# good or bad fan position?



## gophynna (Aug 12, 2005)

Okay, I'm going to ask my first question.. It'll probably be pretty newbish...

How do I tell which way is the intake direction and which way is the outtake?

Also, is this setup okay...and which fans should be blowing in which direction...

I have one fan on the top of my case inbetween the space where the psu and cdrom are.

I have another fan on the side panel of my case.

And I have a fan at the very back of my case just below the psu.

The psu is dual fan.

Which way should each of these fans blow for proper airflow?


----------



## Tumbleweed36 (May 14, 2005)

Hi,

You will get some disagreement on the fans on the top of the case and the side panel of the case. There should be no disagreement on the fan in the back of your case. 

The normal case should have the rear fan blowing air out and a front fan drawing cool air in. I would assume that the top fan would serve the same purpose and should be drawing cool air in.

the side fan is done differently by many people. In my opinion, I would have it drawing cool air in, but you have to be very careful that you don't create case turbulance.

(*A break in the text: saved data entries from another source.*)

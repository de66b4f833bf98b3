package geotiff

import (
	"encoding/json"
	"path/filepath"
	"testing"
	"time"

	"drygrid/grid"
	"drygrid/internal/reftest"
)

// TestDateAndBandMetadataGDAL: the date the raster describes
// (TIFFTAG_DATETIME, tag 306 of TIFF 6.0 section 8, "YYYY:MM:DD HH:MM:SS")
// and the band's description and unit come back through GDAL as its
// TIFFTAG_DATETIME item, band description and unit type (GDAL 3.6, Debian
// python3-gdal: Dataset.GetMetadataItem, Band.GetDescription,
// Band.GetUnitType), beside the dataset's own items; without them the file
// has neither.
func TestDateAndBandMetadataGDAL(t *testing.T) {
	py := reftest.Python(t, "osgeo.gdal")
	spec := grid.Spec{West: -130, North: -37, Res: 0.1, Cols: 40, Rows: 30}
	r := tiffTestField(spec)
	dir := t.TempDir()
	opt := DefaultOptions()
	opt.DateTime = time.Date(2026, 11, 30, 0, 0, 0, 0, time.UTC)
	opt.Description = "SPI, 90 days ending 2026-11-30"
	opt.Units = "SPI (z)"
	with, without := filepath.Join(dir, "with.tif"), filepath.Join(dir, "without.tif")
	if err := WriteIndex(with, r, opt); err != nil {
		t.Fatal(err)
	}
	if err := WriteIndex(without, r, DefaultOptions()); err != nil {
		t.Fatal(err)
	}
	type seen struct {
		DateTime    *string           `json:"datetime"`
		Description string            `json:"description"`
		Units       string            `json:"units"`
		Metadata    map[string]string `json:"metadata"`
	}
	read := func(path string) seen {
		var s seen
		if err := json.Unmarshal(reftest.RunPython(t, py, "../testdata/tiff_meta_ref.py", nil, path), &s); err != nil {
			t.Fatal(err)
		}
		return s
	}
	got := read(with)
	if got.DateTime == nil || *got.DateTime != "2026:11:30 00:00:00" {
		t.Errorf("TIFFTAG_DATETIME %v, want 2026:11:30 00:00:00", got.DateTime)
	}
	if got.Description != opt.Description || got.Units != opt.Units {
		t.Errorf("band description %q, units %q; want %q, %q", got.Description, got.Units, opt.Description, opt.Units)
	}
	if got.Metadata["CAUTION"] != Caution {
		t.Errorf("caution item %q lost beside the band items", got.Metadata["CAUTION"])
	}
	bare := read(without)
	if bare.DateTime != nil || bare.Description != "" || bare.Units != "" {
		t.Errorf("without the options GDAL sees date %v, description %q, units %q", bare.DateTime, bare.Description, bare.Units)
	}
}
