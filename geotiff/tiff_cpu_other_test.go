//go:build !unix

package geotiff

// tiffCPUSeconds is not measured on this platform.
func tiffCPUSeconds() float64 { return 0 }
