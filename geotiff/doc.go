// Package geotiff writes the index and band rasters as GeoTIFF and Cloud
// Optimized GeoTIFF files, and reads such files back. It sits at the end of
// the data flow (index raster -> band raster -> layers): the index raster
// (Float32 z) becomes index.tif and the band raster (UInt8 band codes)
// becomes bands.tif, either from whole rasters held in memory (EncodeIndex,
// EncodeBands) or from rows streamed by the caller, so that a large grid is
// never held whole (EncodeIndexRows, EncodeIndexBandsRows, with a RowFunc).
// The encoders write to an io.Writer, as EncodeIndex(w, r, opt) error;
// WriteIndex, WriteBands and the Write...Rows functions beside them write a
// file through a temporary name renamed at the end (publish.WriteFile), so a
// failure leaves an earlier file untouched. Options controls the writer and
// DefaultOptions is drygrid's configuration. The output bytes never depend
// on the number of workers.
//
// The files follow these definitions:
//
//   - Georeferencing: the keys of OGC GeoTIFF 1.1 (OGC 19-008r4) for
//     EPSG:4326, WGS 84 in degrees, with the same keys and values GDAL
//     writes; cells are areas (GTRasterTypeGeoKey = PixelIsArea), the
//     tiepoint is the north-west corner of the grid and the pixel scale its
//     resolution.
//   - Layout and compression: square tiles (256 px by default), DEFLATE in
//     zlib streams (RFC 1950, RFC 1951). Float32 index samples use the
//     floating-point predictor (predictor 3, TIFF Technical Note 3, Adobe
//     2005); UInt8 band codes use horizontal differencing (predictor 2,
//     TIFF 6.0 section 14) and carry a colour table with each band's colour
//     at its code, and a GDAL PAM sidecar (bands.tif.aux.xml, CategoryAux)
//     names the codes.
//   - No data: the GDAL_NODATA tag (42113) holds the no-data value, -9999
//     for the index (NaN cells are written as it) and 0 for the bands. The
//     GDAL_METADATA tag (42112) carries Options.Metadata, by default the
//     caution (Caution) that these are interpolated estimates, not official
//     drought declarations.
//   - Cloud Optimized layout (OGC 21-026, as GDAL's COG driver writes it,
//     with its "ghost" header): the IFDs first, then the tiles, smallest
//     overview first. Overviews halve the image, sizes rounding up, until
//     both sides are at most 512 px. An index overview pixel is the mean of
//     the valid (not no-data, not NaN) full-resolution cells it covers, no
//     data when none is; a band overview pixel is the most frequent code
//     among the cells it covers, no data ignored unless every cell is no
//     data, ties going to the lowest code.
//   - BigTIFF (LONG8 offsets, the BigTIFF proposal adopted by libtiff 4)
//     only when a classic TIFF would pass 4 GiB, unless Options.BigTIFF
//     says otherwise.
//
// The reader (ReadIndex, ReadBands, DecodeIndex, DecodeBands) exists so that
// drygrid can compute statistics from rasters already written, by drygrid
// or by GDAL (the stats command reads bands.tif and index.tif). It is
// minimal: classic TIFF, the first IFD only (overviews are ignored), one
// sample per pixel, stripped or tiled, uncompressed or DEFLATE, predictors
// 1 to 3, on EPSG:4326 with square cells; anything else is refused with an
// error naming the file.
//
// GDAL is the independent reader the tests check the files with (gdalinfo,
// the COG validator, pixel readback); see docs/design.md, "Formats written".
package geotiff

Therefore, how it impacts the normal airflow might depend upon how it fits in the total airflow. 

That is my personal opinion.


----------



## kodi (Jun 30, 2004)

The front fan should draw air inwards and all other fans should blow air out.
If the fans are working just try to place a piece of light grade cardboard over the fans,if the fans are notworking there usually is a small arrow on the side of the fan indicating the direction of the airflow

EDIT looks like we posted at the same time


----------



## toxict3arz (Oct 12, 2004)

i always thought .. back fan blows out and everything else blows in... am i wrong?


----------



## Tumbleweed36 (May 14, 2005)

Hi Toxict3arz,

No, you aren't exactly wrong in many cases (get the pun). Anyhow, if you have just tow or three fans, that is the rule. However, there are times when that is not always the case with certain top and side case fans. I think mainly though, that you are right on track with your assumption. 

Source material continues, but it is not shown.